*Assignment:*
Reply with each record repeated exactly.

*Information provided:*

package loop

// MaxTracePoints is the most samples a trace keeps per user; a longer
// trace is cut there (and the report says so).
const MaxTracePoints = 1 << 22

// traceDB is 10·log10(x) as float32, floored at −400 dB (so that a zero
// gain stays finite in JSON).
func traceDB(x float64) float32 {
	if !(x > 1e-40) {
		return -400
	}
	return float32(linToDB(x))
}

// tracer records decimated traces of chosen users (replication 0).
type tracer struct {
	users     []int
	dec       int64
	out       []UserTrace
	truncated bool
}

// MaxTracedUsers is the most users one run traces (TraceOptions.Users).
const MaxTracedUsers = 64

// MaxTraceDecimation is the largest decimation TraceDecimation picks (and
// the API accepts): one sample every 10⁶ slots.
const MaxTraceDecimation = 1_000_000

// TraceDecimation is the engine's rule for a trace of about samplesPerUser
// samples per user over a replication of totalSlots slots (warm-up
// included, Scenario.TotalSlots): one sample every
// max(1, ⌊totalSlots / samplesPerUser⌋) slots, at most MaxTraceDecimation,
// so a trace holds between samplesPerUser and about 2·samplesPerUser
// samples (all slots when totalSlots < 2·samplesPerUser). samplesPerUser
// <= 0 gives 1.
func TraceDecimation(totalSlots int64, samplesPerUser int) int {
	if samplesPerUser <= 0 {
		return 1
	}
	return int(max(1, min(totalSlots/int64(samplesPerUser), MaxTraceDecimation)))
}

// DecimationFor is the decimation these options give a replication of
// totalSlots slots: Decimation when set, else TraceDecimation's by
// SamplesPerUser, else 1.
func (o TraceOptions) DecimationFor(totalSlots int64) int {
	switch {
	case o.Decimation > 0:
		return o.Decimation
	case o.SamplesPerUser > 0:
		return TraceDecimation(totalSlots, o.SamplesPerUser)
	}
	return 1
}

func newTracer(o TraceOptions, total int64) *tracer {
	d := int64(o.DecimationFor(total))
	tr := &tracer{users: o.Users, dec: d}
	capN := int(min(total/d+1, 1<<16))
	for _, u := range o.Users {
		tr.out = append(tr.out, UserTrace{User: u, Slots: make([]int64, 0, capN), SIRDB: make([]float32, 0, capN),
			TargetDB: make([]float32, 0, capN), TxPowerDBm: make([]float32, 0, capN), ChannelGainDB: make([]float32, 0, capN)})
	}
	return tr
}

// slot samples slot t of the traced users from the replication's per-user
// SIR (linear), target (dB), Tx power (mW) and channel gain (linear).
func (tr *tracer) slot(t int64, sirLin, targetDB, powerMW, gain []float64, act []uint8) {
	if t%tr.dec != 0 {
		return
	}
	for i, u := range tr.users {
		if act != nil && act[u] == 0 {
			continue // inactive: no sample
		}
		o := &tr.out[i]
		if len(o.Slots) >= MaxTracePoints {
			tr.truncated = true
			continue
		}
		o.Slots = append(o.Slots, t)
		o.SIRDB = append(o.SIRDB, traceDB(sirLin[u]))
		o.TargetDB = append(o.TargetDB, float32(targetDB[u]))
		o.TxPowerDBm = append(o.TxPowerDBm, traceDB(powerMW[u]))
		o.ChannelGainDB = append(o.ChannelGainDB, traceDB(gain[u]))
	}
}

*Task solution:*
package loop

// MaxTracePoints is the most samples a trace keeps per user; a longer
// trace is cut there (and the report says so).
const MaxTracePoints = 1 << 22

// traceDB is 10·log10(x) as float32, floored at −400 dB (so that a zero
// gain stays finite in JSON).
func traceDB(x float64) float32 {
	if !(x > 1e-40) {
		return -400
	}
	return float32(linToDB(x))
}

// tracer records decimated traces of chosen users (replication 0).
type tracer struct {
	users     []int
	dec       int64
	out       []UserTrace
	truncated bool
}

// MaxTracedUsers is the most users one run traces (TraceOptions.Users).
const MaxTracedUsers = 64

// MaxTraceDecimation is the largest decimation TraceDecimation picks (and
// the API accepts): one sample every 10⁶ slots.
const MaxTraceDecimation = 1_000_000

// TraceDecimation is the engine's rule for a trace of about samplesPerUser
// samples per user over a replication of totalSlots slots (warm-up
// included, Scenario.TotalSlots): one sample every
// max(1, ⌊totalSlots / samplesPerUser⌋) slots, at most MaxTraceDecimation,
// so a trace holds between samplesPerUser and about 2·samplesPerUser
// samples (all slots when totalSlots < 2·samplesPerUser). samplesPerUser
// <= 0 gives 1.
func TraceDecimation(totalSlots int64, samplesPerUser int) int {
	if samplesPerUser <= 0 {
		return 1
	}
	return int(max(1, min(totalSlots/int64(samplesPerUser), MaxTraceDecimation)))
}

// DecimationFor is the decimation these options give a replication of
// totalSlots slots: Decimation when set, else TraceDecimation's by
// SamplesPerUser, else 1.
func (o TraceOptions) DecimationFor(totalSlots int64) int {
	switch {
	case o.Decimation > 0:
		return o.Decimation
	case o.SamplesPerUser > 0:
		return TraceDecimation(totalSlots, o.SamplesPerUser)
	}
	return 1
}

func newTracer(o TraceOptions, total int64) *tracer {
	d := int64(o.DecimationFor(total))
	tr := &tracer{users: o.Users, dec: d}
	capN := int(min(total/d+1, 1<<16))
	for _, u := range o.Users {
		tr.out = append(tr.out, UserTrace{User: u, Slots: make([]int64, 0, capN), SIRDB: make([]float32, 0, capN),
			TargetDB: make([]float32, 0, capN), TxPowerDBm: make([]float32, 0, capN), ChannelGainDB: make([]float32, 0, capN)})
	}
	return tr
}

// slot samples slot t of the traced users from the replication's per-user
// SIR (linear), target (dB), Tx power (mW) and channel gain (linear).
func (tr *tracer) slot(t int64, sirLin, targetDB, powerMW, gain []float64, act []uint8) {
	if t%tr.dec != 0 {
		return
	}
	for i, u := range tr.users {
		if act != nil && act[u] == 0 {
			continue // inactive: no sample
		}
		o := &tr.out[i]
		if len(o.Slots) >= MaxTracePoints {
			tr.truncated = true
			continue
		}
		o.Slots = append(o.Slots, t)
		o.SIRDB = append(o.SIRDB, traceDB(sirLin[u]))
		o.TargetDB = append(o.TargetDB, float32(targetDB[u]))
		o.TxPowerDBm = append(o.TxPowerDBm, traceDB(powerMW[u]))
		o.ChannelGainDB = append(o.ChannelGainDB, traceDB(gain[u]))
	}
}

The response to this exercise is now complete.